他对自己的儿子也是这样教诲的,他曾经对儿子伯鱼说:“女为《周南》、《召南》矣乎?人而不为《周南》、《召南》,其犹正墙面而立也与?”(《论语·阳货》)孔子是从维护“礼”的目的出发来教育学生和自己的儿子的,在他看来,用《诗经》里的诗句来约束自己,规范自己的行为,对个人的素养而言,是“不学《诗》,无以言”,即可以在参与社会政治活动时说话有所依据,显示出符合“礼”的修养;而学习《诗》里面所提供的经验、原则,又可以作为政治活动中的决策依据,增加自己的施政经验,增强自己的施政能力,否则,“诵《诗》三百,授之以政,不达;使于四方,不能专对;虽多,亦奚以为?”(《论语·子路》)所以,在孔子的理论中,《诗经》的价值是很具体的:“迩之事父,远之事君”,把《诗经》里的诗歌,当作“仁”的教本和“礼”的规范,让它在广泛的社会生活领域发挥其积极的作用。

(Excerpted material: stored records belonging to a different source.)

import (
	"errors"
	"fmt"
	"math"

	"github.com/exergywatch/exergywatch/thermo"
	"github.com/exergywatch/exergywatch/thermo/internal/fastmath"
)

// satPoint is a vapour-liquid equilibrium state of the equation itself.
type satPoint struct {
	T, p       float64 // K, Pa
	rhoL, rhoV float64 // kg/m3
	dTdp       float64 // K/Pa, slope of the saturation line (Clausius-Clapeyron); 0 when not computed
}

// maxwell solves the phase equilibrium at T by the Maxwell criterion (equal
// pressure and equal Gibbs energy in both phases) with the Newton scheme of
// Akasaka, J. Therm. Sci. Technol. 3 (2008) 442-451, in the functions
// J = delta (1 + delta ar_d) and K = delta ar_d + ar + ln delta; rl0 and rv0
// (kg/m3) are starting densities (<= 0: from the ancillaries).
func (f *Fluid) maxwell(T, rl0, rv0 float64) (satPoint, error) {
	sp, err := f.maxwellCore(T, rl0, rv0)
	if err == nil || !errors.Is(err, thermo.ErrNoConvergence) || !(f.satRef.T > 0) || T <= f.satRef.T {
		return sp, err
	}
	// Near the critical point: march from the solution at 0.99 Tc towards
	// T, halving Tc - T per step, with starting densities from the scaling
	// law rho - rho_c ~ (Tc - T)^beta (beta fitted to the last two solutions,
	// 0.35 at first); a failed step is retried with a smaller one.
	cur, prev := f.satRef, satPoint{}
	for steps := 0; steps < 200; steps++ {
		dCur := f.tc - cur.T
		var next satPoint
		var err error
		for frac := 0.5; ; frac = math.Sqrt(frac) {
			dNext := max(dCur*frac, f.tc-T)
			Tn := f.tc - dNext
			if dNext == f.tc-T {
				Tn = T
			}
			beta := 0.35
			if prev.T > 0 {
				if b := math.Log((prev.rhoL-prev.rhoV)/(cur.rhoL-cur.rhoV)) / math.Log((f.tc-prev.T)/dCur); b > 0.2 && b < 0.6 {
					beta = b
				}
			}
			r := math.Pow(dNext/dCur, beta)
			mid := 0.5 * (cur.rhoL + cur.rhoV)
			rl := mid + (cur.rhoL-mid)*r
			rv := mid - (mid-cur.rhoV)*r
			next, err = f.maxwellCore(Tn, rl, rv)
			if err == nil || frac > 0.97 {
				break
			}
		}
		if err != nil {
			return satPoint{}, err
		}
		if next.T == T {
			return next, nil
		}
		prev, cur = cur, next
	}
	return satPoint{}, fmt.Errorf("%s: Maxwell construction at T = %g K: near-critical march did not reach T: %w", f.name, T, thermo.ErrNoConvergence)
}

// maxwellAt is maxwell(T, 0, 0) through the cache f.byT (a hit is exactly
// the solve's result: it depends on T only).
func (f *Fluid) maxwellAt(T float64) (satPoint, error) {
	if c := f.byT.findT(T); c != nil {
		return *c, nil
	}
	sp, err := f.maxwell(T, 0, 0)
	if err == nil {
		c := sp
		f.byT.push(&c)
	}
	return sp, err
}

func (f *Fluid) maxwellCore(T, rl0, rv0 float64) (satPoint, error) {
	if f.pseudoPure {
		return satPoint{}, fmt.Errorf("%s: pseudo-pure fluid has no Maxwell saturation (bubble and dew states differ): %w", f.name, thermo.ErrUnsupported)
	}
	if T < f.tmin {
		return satPoint{}, thermo.Below(f.name, "T", "K", T, f.tmin, "triple-point temperature of the equation")
	}
	if T >= f.tc {
		return satPoint{}, thermo.Above(f.name, "T", "K", T, f.tc, "no saturation at or above the critical temperature")
	}
	var tp tauPart
	f.q.tauPart(f.tr/T, &tp)
	if rl0 <= 0 || rv0 <= 0 {
		// Ancillaries at the corresponding temperature: they were fitted to
		// the default equation, whose critical temperature may differ
		// (ammonia-1993: 405.4 K against 405.56 K).
		rl0 = f.ancRL.eval(T*f.ancRL.tr/f.tc) * f.rhoc / f.ancRL.r
		rv0 = f.ancRV.eval(T*f.ancRV.tr/f.tc) * f.rhoc / f.ancRV.r
		if !(rl0 > rv0) {
			rl0, rv0 = 1.05*f.rhoc, 0.95*f.rhoc
		}
	}
	dL, dV := rl0/f.rhor, rv0/f.rhor
	for it := 0; it < 100; it++ {
		rL := f.q.residual(&tp, dL, false)
		rV := f.q.residual(&tp, dV, false)
		JL, JV := dL*(1+rL.D), dV*(1+rV.D)
		KL, KV := rL.D+rL.A+math.Log(dL), rV.D+rV.A+math.Log(dV)
		JdL, JdV := 1+2*rL.D+rL.DD, 1+2*rV.D+rV.DD
		KdL, KdV := (1+2*rL.D+rL.DD)/dL, (1+2*rV.D+rV.DD)/dV
		det := JdV*KdL - JdL*KdV
		if det == 0 || math.IsNaN(det) {
			break
		}
		stepL := ((KV-KL)*JdV - (JV-JL)*KdV) / det
		stepV := ((KV-KL)*JdL - (JV-JL)*KdL) / det
		// Damp steps that would cross or nearly merge the two phases (the
		// trivial solution dL = dV also satisfies both equations).
		g := 1.0
		gap := dL - dV
		for g > 1e-3 && (dL+g*stepL <= 0 || dV+g*stepV <= 0 || (dL+g*stepL)-(dV+g*stepV) < 0.5*gap ||
			math.Abs(g*stepV) > 0.5*dV) {
			g /= 2
		}
		dL += g * stepL
		dV += g * stepV
		// Newton converges quadratically: after a relative step of 1e-10
		// the error is far below rounding. (A tighter test stalls on the
		// rounding noise of J and K near the critical point.)
		if math.Abs(stepL) <= 1e-10*dL && math.Abs(stepV) <= 1e-10*dV {
			rL = f.q.residual(&tp, dL, false)
			rV = f.q.residual(&tp, dV, false)
			RT := f.r * T
			pL := dL * f.rhor * RT * (1 + rL.D)
			pV := dV * f.rhor * RT * (1 + rV.D)
			sp := satPoint{T: T, p: pV, rhoL: dL * f.rhor, rhoV: dV * f.rhor}
			if !(dL > dV*(1+1e-6)) || !(1+2*rL.D+rL.DD > 0) || !(1+2*rV.D+rV.DD > 0) ||
				!(pV > 0) || math.Abs(pL-pV) > 1e-8*pV+1e-12*dL*f.rhor*RT {
				return satPoint{}, fmt.Errorf("%s: Maxwell construction at T = %g K converged to a trivial or unstable solution: %w", f.name, T, thermo.ErrNoConvergence)
			}
			return sp, nil
		}
	}
	return satPoint{}, fmt.Errorf("%s: Maxwell construction at T = %g K did not converge: %w", f.name, T, thermo.ErrNoConvergence)
}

孔子把《诗》里的许多诗句都往“礼”与“仁”的思想观念上去解说,对那些借《诗》里的诗句,能够举一反三地加以理解的学生,也就倍加赞赏。“子贡曰:‘贫而无谄,富而无骄,何如?’子曰:‘可也;未若贫而乐,富而好礼者也。’子贡曰:‘《诗》云,“如切如磋,如琢如磨”,其斯之谓与?’子曰:‘赐也,始可与言《诗》己矣,告诸往而知来者。’”(《论语·学而》)“子夏问曰:‘ “巧笑倩兮,美目盼兮,素以为绚兮。”何谓也?’子曰:‘绘事后素。’曰:‘礼后乎?’子曰:‘起予者商也!始可与言《诗》已矣。’”(《论语·八佾》)在孔子的眼里,凡事带有“礼”与“仁”的色彩,而他的学生也能顺着他的思路,从普通的诗句里找到了“礼”与“仁”的深刻内涵。孔子认为“礼之用,和为贵,先王之道斯为美。”(《论语·学而》)而“如切如磋,如琢如磨”正是达到这种“和”的境界的一种途径。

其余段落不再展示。